On the day he received the divorce agreement, he packed up and moved to her tidy little apartment. "We loved each other so much for the first three years, but since he moved in, it's gotten better. Waking up in the morning with him always by my side is a feeling I've never had before, far better than I'd hoped for .Every day he goes out to the gallery, I look forward to him coming back to me. That strong and beautiful feeling is beyond my expectations. He takes me to parties, introduces me to his friends, and for the first time I feel like he admits Me. And this is important to me.

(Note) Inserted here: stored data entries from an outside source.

void add_reading_options(CLI::App& command, std::string& reading, std::size_t& block_rows, const std::string& blocks,
                         const std::string& automatic) {
  command
      .add_option("--read", reading,
                  "How the table is read: whole (every row in memory), blocks (a block of rows at a "
                  "time " + blocks + ", memory independent of the row count), or auto (" + automatic + ")")
      ->check(CLI::IsMember({"auto", "whole", "blocks"}))
      ->default_str("auto")
      ->group("Table");
  command.add_option("--block-rows", block_rows, "Rows per block read (--read blocks and auto)")
      ->check(CLI::PositiveNumber)
      ->default_str("4096")
      ->group("Table");
}

void add_reading_options(CLI::App& command, ModelArgs& args) {
  add_reading_options(command, args.reading, args.block_rows, "into the sufficient statistics",
                      "blocks once the rows far outnumber the predictors, when that gives the same path as "
                      "reading whole");
}

bool streams_rows(const ModelArgs& args) { return !reads_whole(with_lists_split(args)); }

void refuse_unlike_shard(const nlohmann::json& first, const nlohmann::json& shard, const char* what) {
  const auto list = [](const nlohmann::json& names) {
    std::vector<std::string> items = names.get<std::vector<std::string>>();
    return quoted_names(items);
  };
  throw failure(exit_bad_input,
                fmt::format("{}: its {} ({}) differ from those of {}, the first table ({}): the shards of a "
                            "table must have the same columns",
                            shard["source"].get<std::string>(), what, list(shard[what]),
                            first["source"].get<std::string>(), list(first[what])));
}

std::string ShardSource::name() const {
  return pieces == 0 ? path : fmt::format("{} (piece {} of {})", path, piece + 1, pieces);
}

std::string shards_source(const std::vector<ShardSource>& sources) {
  if (sources.front().pieces != 0) return fmt::format("{} ({} pieces)", sources.front().path, sources.size());
  std::string list;
  for (std::size_t s = 0; s < sources.size(); ++s) {
    if (sources.size() > 4 && s == 2) {
      list += ", ...";
      s = sources.size() - 1;
    }
    list += (list.empty() ? "" : ", ") + sources[s].path;
  }
  return fmt::format("{} ({} shards)", list, sources.size());
}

Half a year later we got married and things changed again for the better.Before, it was always "he and me" emotionally, but now it is "us".When he introduced me to friends, he didn't see me as a girl in his arms, but as his alter ego.No more tests, no observations, no measurements.If he's talking to a woman at a party, I never wonder if he likes her more than I do; and if I know a guy, I never wonder if he's a better candidate.Now we are very close.We see each other every day, but I always like to hear his voice calling me during the day.If I go downtown and stop by the gallery, he's always amazed and becomes overjoyed.We often open our mouths to discuss the same topic, as if we have a heart-to-heart connection.Whatever experiences he has during the day, he shares with me at night; and so do I.At home, if I'm cooking, he likes to come and chat with me in the kitchen.I soak in the bathtub, and he likes to shave at this time, so he can be with me.
The blemish in our remarried life is that his sons don't seem to like me.This is not surprising.But over the past year, they've been with us a lot, and they're much more comfortable with me now, and they're starting to like me.Maybe not just like it.His youngest son, just seven, said last month that he considered me his "second mother" rather than a stepmother.Eldest son, ten years old, asked us last week if we wanted to have a baby because he wanted a little sister.We said not necessarily, and he said solemnly: "Well, you should have children, because you are so happy together, it must be very happy to be your children."We hugged him, speechless.